» **Work to complete**: Each line in the entries that has the word "tests" has to be copied.

(Entries supplied)

function Table({
  rows,
  picked,
  setPicked,
  open,
  setOpen,
  suppliers,
  canEdit,
  empty,
}: {
  rows: ReorderView[];
  picked: Set<number>;
  setPicked: ((s: Set<number>) => void) | null;
  open: number | null;
  setOpen: (id: number | null) => void;
  suppliers: { id: number; name: string }[];
  canEdit: boolean;
  empty: string;
}) {
  if (!rows.length) return <p className="text-sm text-ink-faint">{empty}</p>;
  return (
    <div className="-mx-5 overflow-x-auto">
      <table className="min-w-[44rem]">
        <thead className="border-b border-bead">
          <tr>
            {setPicked && (
              <th className="w-10 px-3 py-2">
                <span className="sr-only">Order</span>
              </th>
            )}
            <th className="px-3 py-2">Grade</th>
            <th className="px-3 py-2 text-right">On hand</th>
            <th className="px-3 py-2 text-right">On order</th>
            <th className="px-3 py-2 text-right">Reorder point</th>
            <th className="px-3 py-2">Stock against point</th>
            <th className="px-3 py-2 text-right">Suggest</th>
            <th className="px-3 py-2" />
          </tr>
        </thead>
        <tbody>
          {rows.map((r) => {
            const ratio = r.result.reorderPoint > 0 ? Math.min(1.5, r.result.position / r.result.reorderPoint) : 1.5;
            return (
              <Fragment key={r.gradeId}>
                <tr className="border-b border-bead/60" data-testid={`reorder-${r.gradeCode}`}>
                  {setPicked && (
                    <td className="px-1 py-0">
                      {/* The whole 44 px cell takes the tap, not only the 20 px box. */}
                      <label className="flex min-h-11 min-w-11 cursor-pointer items-center justify-center">
                        <input
                          type="checkbox"
                          aria-label={`Order ${r.gradeCode}`}
                          className="size-5 accent-kerf"
                          checked={picked.has(r.gradeId)}
                          disabled={!r.supplier || !r.blockSize}
                          onChange={(e) => {
                            const s = new Set(picked);
                            if (e.target.checked) s.add(r.gradeId);
                            else s.delete(r.gradeId);
                            setPicked(s);
                          }}
                        />
                      </label>
                    </td>
                  )}
                  <td className="px-3 py-2">
                    <span
                      className="mr-2 inline-block size-3 rounded-sm align-middle"
                      style={{ background: r.colour }}
                    />
                    <span className="font-medium">{r.gradeCode}</span>{" "}
                    {r.neverHotWire && <Badge tone="ember">never hot-wire</Badge>}
                    <p className="text-xs text-ink-faint">
                      {r.supplier ? r.supplier.name : "no usual supplier"}
                      {r.supplierSource === "override" && " (chosen)"}
                    </p>
                  </td>
                  <td className="whitespace-nowrap px-3 py-2 text-right tabular-nums">{f(r.onHand)} m³</td>
                  <td className="whitespace-nowrap px-3 py-2 text-right tabular-nums">
                    {f(r.onOrder)} m³
                    {r.inDraft > 0 && <p className="text-xs text-ink-faint">{f(r.inDraft)} in drafts</p>}
                  </td>
                  <td className="whitespace-nowrap px-3 py-2 text-right tabular-nums">{f(r.result.reorderPoint)} m³</td>
                  <td className="px-3 py-2">
                    {r.result.reorderPoint <= 0 ? (
                      <span className="text-xs text-ink-faint">no use lately, no open jobs</span>
                    ) : (
                      <div
                        role="img"
                        className="relative h-3 w-32 rounded bg-paper-sunk"
                        aria-label={`${Math.round((r.result.position / (r.result.reorderPoint || 1)) * 100)} % of the reorder point`}
                      >
                        <div
                          className={`absolute inset-y-0 left-0 rounded ${r.result.due ? "bg-wire" : "bg-moss"}`}
                          style={{ width: `${(ratio / 1.5) * 100}%` }}
                        />
                        <div
                          className="absolute inset-y-[-3px] w-0.5 bg-ink"
                          style={{ left: `${(1 / 1.5) * 100}%` }}
                          title="reorder point"
                        />
                      </div>
                    )}
                    {r.result.reorderPoint > 0 && (
                      // The bar's colour says it too, but not to everyone: the word does.
                      <p className={`mt-1 text-xs ${r.result.due ? "font-semibold text-wire" : "text-ink-soft"}`}>
                        {r.result.due ? "Reorder now" : "Enough"}
                      </p>
                    )}
                  </td>
                  <td className="px-3 py-2 text-right tabular-nums">
                    {r.result.due
                      ? r.result.suggestedBlocks !== null
                        ? `${plural(r.result.suggestedBlocks, "block")}`
                        : `${f(r.result.suggestedM3)} m³`
                      : "–"}
                    {r.result.due && r.result.suggestedBlocks !== null && (
                      <p className="text-xs text-ink-faint">{f(r.result.suggestedM3)} m³</p>
                    )}
                  </td>
                  <td className="px-3 py-2 text-right">
                    <Button
                      tone="quiet"
                      onClick={() => setOpen(open === r.gradeId ? null : r.gradeId)}
                      aria-expanded={open === r.gradeId}
                    >
                      {open === r.gradeId ? "Hide" : "Why?"}
                    </Button>
                  </td>
                </tr>
                {open === r.gradeId && (
                  <tr className="border-b border-bead/60 bg-paper">
                    <td colSpan={setPicked ? 8 : 7} className="px-3 py-4">
                      <Why r={r} suppliers={suppliers} canEdit={canEdit} />
                    </td>
                  </tr>
                )}
              </Fragment>
            );
          })}
        </tbody>
      </table>
    </div>
  );
}
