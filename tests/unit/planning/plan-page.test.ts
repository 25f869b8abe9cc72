import fc from "fast-check";
import { describe, expect, it } from "vitest";
import type { Plan } from "@/lib/nesting";
import { pagePlan, planBlockOrder } from "@/lib/planning/plan-page";

const plan = (counts: number[]): Plan => ({
  version: 1,
  placements: counts.flatMap((n, b) =>
    Array.from({ length: n }, (_, i) => ({ part: "p", block: `B${b}`, origin: [i, 0, 0], size: [1, 1, 1] })),
  ),
  unplaced: [{ part: "q", count: 2, reason: "no block left" }],
  offcuts: counts.map((_, b) => ({ block: `B${b}`, origin: [500, 0, 0], size: [10, 10, 10] })),
  cuts: Object.fromEntries(counts.map((_, b) => [`B${b}`, [{ axis: "x", at: 499 }]])),
  stats: {
    blocksUsed: counts.length,
    partVolume: 1,
    stockVolume: 1,
    offcutVolume: 0,
    yield: 1,
    elapsedMs: 0,
    lowerBoundBlocks: counts.length,
  },
});

describe("plan pages", () => {
  it("keeps whole blocks together and stops before the piece limit (by hand: 3+1, 4+1, 2+1 pieces with a limit of 6)", () => {
    const p = plan([3, 4, 2]);
    const a = pagePlan(p, { maxPieces: 6 });
    expect(a.page.blocks).toEqual(["B0"]); // B0 has 4 pieces; with B1's 5 it would be 9
    expect(a.page.nextOffset).toBe(1);
    const b = pagePlan(p, { offset: 1, maxPieces: 6 });
    expect(b.page.blocks).toEqual(["B1"]);
    const c = pagePlan(p, { offset: 2, maxPieces: 6 });
    expect(c.page).toMatchObject({ blocks: ["B2"], nextOffset: null, totalBlocks: 3, totalPieces: 12 });
    expect(c.plan.unplaced).toEqual(p.unplaced);
    expect(c.plan.stats).toEqual(p.stats);
  });

  it("gives one block even when it alone is over the limit, and nothing past the end", () => {
    expect(pagePlan(plan([10]), { maxPieces: 3 }).page.blocks).toEqual(["B0"]);
    expect(pagePlan(plan([1, 1]), { offset: 9 }).page).toMatchObject({ blocks: [], nextOffset: null });
  });

  it("walking the pages gives back every piece exactly once, in any paging", () => {
    fc.assert(
      fc.property(
        fc.array(fc.nat(20), { minLength: 1, maxLength: 12 }),
        fc.integer({ min: 1, max: 5 }),
        fc.integer({ min: 1, max: 40 }),
        (counts, limit, maxPieces) => {
          const p = plan(counts);
          const seen: Plan["placements"] = [];
          const offcuts: Plan["offcuts"] = [];
          let offset: number | null = 0;
          let pages = 0;
          while (offset !== null) {
            const r = pagePlan(p, { offset, limit, maxPieces });
            expect(r.page.blocks.length).toBeGreaterThan(0);
            expect(r.page.blocks.length).toBeLessThanOrEqual(limit);
            seen.push(...r.plan.placements);
            offcuts.push(...r.plan.offcuts);
            expect(Object.keys(r.plan.cuts)).toEqual(r.page.blocks);
            offset = r.page.nextOffset;
            pages++;
          }
          // Pages follow the plan's block order (blocks with placements first), so compare as sets.
          const key = (x: { block: string; origin: number[] }) => `${x.block}@${x.origin.join(",")}`;
          expect(seen.map(key).sort()).toEqual(p.placements.map(key).sort());
          expect(offcuts.map(key).sort()).toEqual(p.offcuts.map(key).sort());
          expect(pages).toBeLessThanOrEqual(planBlockOrder(p).length);
        },
      ),
    );
  });
});
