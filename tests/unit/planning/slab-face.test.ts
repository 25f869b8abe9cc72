/**
 * The drawing of a true-shape slab's face (lib/planning/slab-face.ts, components/plans/slab-face.tsx):
 * each member drawn where the plan puts it, numbers inside their outlines, corridors from a face.
 * Geometry checked by hand-worked coordinates and with polygon-clipping (an outside library).
 */
import polygonClipping from "polygon-clipping";
import { createElement } from "react";
import { renderToStaticMarkup } from "react-dom/server";
import { describe, expect, it } from "vitest";
import { SlabFace } from "@/components/plans/slab-face";
import { type FacePoint, nestSync, type PartOutline, parseProblem, type SlabLayout } from "@/lib/nesting";
import { winding } from "@/lib/nesting/irregular/geometry";
import { labelPoint, slabFaceDrawing } from "@/lib/planning/slab-face";
import { closedRing } from "../../support/plane";
import { L_OUTLINE } from "../../support/shapes";

/** A "C" of 100 × 100 with a 60 × 60 bite from the right (hand-drawn): its box's centre lies in the bite. */
const C: FacePoint[] = [
  [0, 0],
  [100, 0],
  [100, 20],
  [20, 20],
  [20, 80],
  [100, 80],
  [100, 100],
  [0, 100],
];
const L = L_OUTLINE;
const ring = closedRing;

describe("labelPoint", () => {
  it("puts a C's number inside the C, not in its bite", () => {
    const p = labelPoint(C, []);
    expect(winding(C, p[0], p[1])).not.toBe(0);
    // Inside the back of the C (x < 20) or an arm (y < 20 or y > 80): hand-worked from the outline.
    expect(p[0] < 20 || p[1] < 20 || p[1] > 80).toBe(true);
  });

  it("keeps out of a hole", () => {
    const sq: FacePoint[] = [
      [0, 0],
      [100, 0],
      [100, 100],
      [0, 100],
    ];
    const hole: FacePoint[] = [
      [30, 30],
      [70, 30],
      [70, 70],
      [30, 70],
    ];
    const p = labelPoint(sq, [hole]);
    expect(winding(hole, p[0], p[1])).toBe(0);
    expect(winding(sq, p[0], p[1])).not.toBe(0);
  });
});

describe("slabFaceDrawing", () => {
  it("turns and moves each member as the plan says (hand-worked: a quarter turn then a shift)", () => {
    const slab: SlabLayout = {
      size: [50, 300, 200],
      rotate: "any",
      members: [{ part: "L", rotation: 90, at: [150, 10], leadIn: { face: "top", to: [120, 60] } }],
    };
    const d = slabFaceDrawing(slab, new Map([["L", { outer: L }]]));
    const m = d.members[0]!;
    // (x, y) turned 90° anticlockwise is (−y, x); then + (150, 10): (120, 0) → (150, 130), (0, 90) → (60, 10).
    expect(m.outer).toContainEqual([150, 130]);
    expect(m.outer).toContainEqual([60, 10]);
    expect(m.corridor).toEqual([
      [120, 200],
      [120, 60],
    ]);
    expect(m.n).toBe(1);
  });

  it("draws a member whose outline is missing as missing, not as a shape", () => {
    const slab: SlabLayout = {
      size: [50, 300, 200],
      rotate: "any",
      members: [{ part: "gone", rotation: 0, at: [0, 0], leadIn: { face: "left", to: [5, 5] } }],
    };
    expect(slabFaceDrawing(slab, new Map()).members[0]!.outer).toBeUndefined();
  });

  it("draws every member of a real true-shape plan inside its slab, apart from the others, each number inside its own outline", () => {
    const r = parseProblem({
      settings: { kerf: 2, trueShape: true, timeLimitMs: 1000 },
      blocks: [{ id: "B1", size: [500, 600, 400], grade: "EPS" }],
      parts: [
        { id: "L", size: [60, 120, 90], quantity: 5, grade: "EPS", outline: { outer: L } },
        { id: "C", size: [60, 100, 100], quantity: 3, grade: "EPS", outline: { outer: C } },
      ],
    });
    if (!r.ok) throw new Error(r.errors.join("\n"));
    const plan = nestSync(r.problem, { seed: 3, iterations: 20 });
    const slabs = plan.placements.filter((p) => p.slab);
    expect(slabs.length).toBeGreaterThan(0);
    const outlines = new Map<string, PartOutline>(
      r.problem.parts.flatMap((p) => (p.outline ? [[p.id, p.outline]] : [])),
    );
    for (const s of slabs) {
      const slab = s.slab!;
      const d = slabFaceDrawing(slab, outlines);
      expect(d.members).toHaveLength(slab.members.length);
      const face = [
        ring([
          [0, 0],
          [slab.size[1], 0],
          [slab.size[1], slab.size[2]],
          [0, slab.size[2]],
        ]),
      ];
      for (const [i, m] of d.members.entries()) {
        const poly = [ring(m.outer!)];
        // Inside the face: nothing of the outline outside it (polygon-clipping difference).
        const outside = polygonClipping.difference(poly, face);
        expect(outside.length, `member ${i + 1} outside ${s.part}`).toBe(0);
        expect(winding(m.outer!, m.label[0], m.label[1]), `number of member ${i + 1}`).not.toBe(0);
        for (const other of d.members.slice(i + 1))
          expect(polygonClipping.intersection(poly, [ring(other.outer!)])).toHaveLength(0);
        // The corridor starts on the face it names, or beyond it where the wire's path (kerf / 2 out) passes outside the slab.
        const [foot] = m.corridor;
        if (m.face === "top") expect(foot[1]).toBeGreaterThanOrEqual(slab.size[2] - 1e-6);
        if (m.face === "left") expect(foot[0]).toBeLessThanOrEqual(1e-6);
        if (m.face === "right") expect(foot[0]).toBeGreaterThanOrEqual(slab.size[1] - 1e-6);
      }
      const html = renderToStaticMarkup(
        createElement(SlabFace, { id: s.part, slab, outlines, kerf: 2, partName: (k: string) => `part ${k}` }),
      );
      expect(html.match(/<path /g)?.length).toBe(slab.members.length);
      expect(html.match(/<li /g)?.length).toBe(slab.members.length);
      expect(html).toContain(`Face of ${s.part}`);
    }
  });
});
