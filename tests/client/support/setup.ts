// Every client test: a clean DOM, storage and fetch stub, and no real live connection (the
// socket.io client is replaced by an inert fake; the server is the fetch stub of each test).
import { cleanup } from '@testing-library/react';
import { afterEach, vi } from 'vitest';

vi.mock('socket.io-client', () => {
  const handlers = new Map<string, Set<(...args: unknown[]) => void>>();
  const socket = {
    connected: true,
    on: (event: string, fn: (...args: unknown[]) => void) => {
      if (!handlers.has(event)) handlers.set(event, new Set());
      handlers.get(event)!.add(fn);
      return socket;
    },
    off: (event: string, fn: (...args: unknown[]) => void) => {
      handlers.get(event)?.delete(fn);
      return socket;
    },
    emit: () => socket,
    disconnect: () => socket,
    /** For tests: what the server would send on this socket. */
    receive: (event: string, ...args: unknown[]) => {
      for (const fn of handlers.get(event) ?? []) fn(...args);
    },
  };
  return { io: () => socket };
});

afterEach(() => {
  cleanup();
  // A selection left in a removed editor would keep the next test's clicks from placing the caret.
  document.getSelection()?.removeAllRanges();
  localStorage.clear();
  vi.unstubAllGlobals();
  vi.useRealTimers();
});
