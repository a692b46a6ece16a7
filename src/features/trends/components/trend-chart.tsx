import { CartesianGrid, Legend, Line, LineChart, ReferenceArea, ReferenceLine, ResponsiveContainer, Tooltip, XAxis, YAxis } from 'recharts';
import { checkCatalog, type CheckKey } from '../../../../shared/calc/check-catalog';
import { convertForDisplay, type DisplayPreferences } from '../../../../shared/display';
import { formatStationTime } from '../../../../shared/station-time';
import type { TrendResponse } from '../api/get-trend';

const lineColours = ['var(--c-accent)', 'var(--c-ink)', 'var(--c-muted)', 'var(--c-focus)'];
const dashes = ['0', '6 3', '2 2', '8 2 2 2']; // told apart by dash as well as colour

export type ChartRow = { t: number } & Record<string, number>;

/** Rows keyed by time with one column per parameter, in display units. */
export function toRows(data: TrendResponse, prefs: DisplayPreferences): { rows: ChartRow[]; unit: string } {
  const byTime = new Map<number, ChartRow>();
  let unit = '';
  for (const series of data.series) {
    const quantity = checkCatalog[series.parameter as CheckKey].quantity;
    for (const p of series.points) {
      const t = p.t;
      const shown = convertForDisplay(p.v, quantity, prefs);
      unit = shown.unit;
      const row = byTime.get(t) ?? ({ t } as ChartRow);
      row[series.parameter] = shown.value;
      byTime.set(t, row);
    }
  }
  return { rows: [...byTime.values()].sort((a, b) => a.t - b.t), unit };
}

export function TrendChart({ data, prefs, parameters, timeZone }: { data: TrendResponse; prefs: DisplayPreferences; parameters: CheckKey[]; timeZone: string }) {
  const { rows, unit } = toRows(data, prefs);
  const first = parameters[0]!;
  const quantity = checkCatalog[first].quantity;
  const shown = (v: number | null | undefined) => (v == null ? undefined : convertForDisplay(v, quantity, prefs).value);
  const values = rows.flatMap((r) => parameters.map((p) => r[p]).filter((v): v is number => typeof v === 'number'));
  const span = Math.max(...values) - Math.min(...values) || Math.abs(values[0] ?? 1) * 0.1 || 1;
  const yMin = Math.min(...values) - span * 0.08;
  const yMax = Math.max(...values) + span * 0.08;
  const xMin = rows[0]?.t ?? 0;
  const xMax = rows.at(-1)?.t ?? 0;
  return (
    <div className="h-96 w-full rounded-lg border border-line bg-panel p-2" role="img" aria-label={`Trend of ${parameters.map((p) => checkCatalog[p].label).join(', ')} in ${unit}`}>
      <ResponsiveContainer width="100%" height="100%">
        <LineChart data={rows} margin={{ top: 10, right: 20, bottom: 10, left: 10 }}>
          <CartesianGrid stroke="var(--c-line)" strokeOpacity={0.4} />
          <XAxis dataKey="t" type="number" domain={['dataMin', 'dataMax']} scale="time" tickFormatter={(t: number) => formatStationTime(t, timeZone).slice(5, 16)} stroke="var(--c-muted)" />
          <YAxis stroke="var(--c-muted)" label={{ value: unit, angle: -90, position: 'insideLeft', fill: 'var(--c-muted)' }} domain={[yMin, yMax]} tickFormatter={(v: number) => Number(v.toPrecision(3)).toString()} />
          <Tooltip labelFormatter={(t) => `${formatStationTime(Number(t), timeZone)} station time`} formatter={(v) => `${Number(v).toFixed(3)} ${unit}`} contentStyle={{ background: 'var(--c-panel)' }} />
          <Legend />
          {/* Limit bands of the first parameter, each over the period its version was in force,
              clamped to the plotted range so an off-scale limit never floods the chart. */}
          {data.limitBands.flatMap((band, i) => {
            const limits = band.bands[first];
            if (!limits) return [];
            const x1 = Math.max(Date.parse(band.from), xMin);
            const x2 = Math.min(Date.parse(band.to), xMax);
            if (!(x2 > x1)) return [];
            const zones: { key: string; lo: number | undefined; hi: number | undefined; colour: string; label?: string }[] = [
              { key: 'hw', lo: shown(limits.highWatch), hi: shown(limits.highAlarm), colour: 'var(--c-watch)', label: '▲ watch' },
              { key: 'ha', lo: shown(limits.highAlarm), hi: Infinity, colour: 'var(--c-alarm)', label: '◆ alarm' },
              { key: 'lw', lo: shown(limits.lowAlarm), hi: shown(limits.lowWatch), colour: 'var(--c-watch)', label: '▲ watch' },
              { key: 'la', lo: -Infinity, hi: shown(limits.lowAlarm), colour: 'var(--c-alarm)', label: '◆ alarm' },
            ];
            return zones.flatMap((z) => {
              const lo = Math.max(z.lo ?? (z.key === 'lw' ? -Infinity : NaN), yMin);
              const hi = Math.min(z.hi ?? (z.key === 'hw' ? Infinity : NaN), yMax);
              if (!(hi > lo)) return [];
              return [
                <ReferenceArea key={`${z.key}${i}`} x1={x1} x2={x2} y1={lo} y2={hi} ifOverflow="hidden" fill={z.colour} fillOpacity={0.14} label={z.label ? { value: z.label, position: 'insideTopLeft', fill: z.colour, fontSize: 11 } : undefined} />,
              ];
            });
          })}
          {data.flags.map((flag) => (
            <ReferenceLine key={flag.id} x={Date.parse(flag.raisedAt)} stroke={flag.severity === 'alarm' ? 'var(--c-alarm)' : 'var(--c-watch)'} strokeDasharray="4 2" ifOverflow="hidden" label={{ value: flag.severity === 'alarm' ? '◆' : '▲', position: 'top' }} />
          ))}
          {parameters.map((p, i) => (
            <Line key={p} dataKey={p} name={checkCatalog[p].label} stroke={lineColours[i]} strokeDasharray={dashes[i]} dot={rows.length < 60} isAnimationActive={false} connectNulls />
          ))}
        </LineChart>
      </ResponsiveContainer>
    </div>
  );
}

(End Entries supplied)

» **Output**:
filename tests/unit/planning/plan-page.test.ts
filename tests/unit/planning/slab-face.test.ts
filename tests/client/support/setup.ts
    /** For tests: what the server would send on this socket. */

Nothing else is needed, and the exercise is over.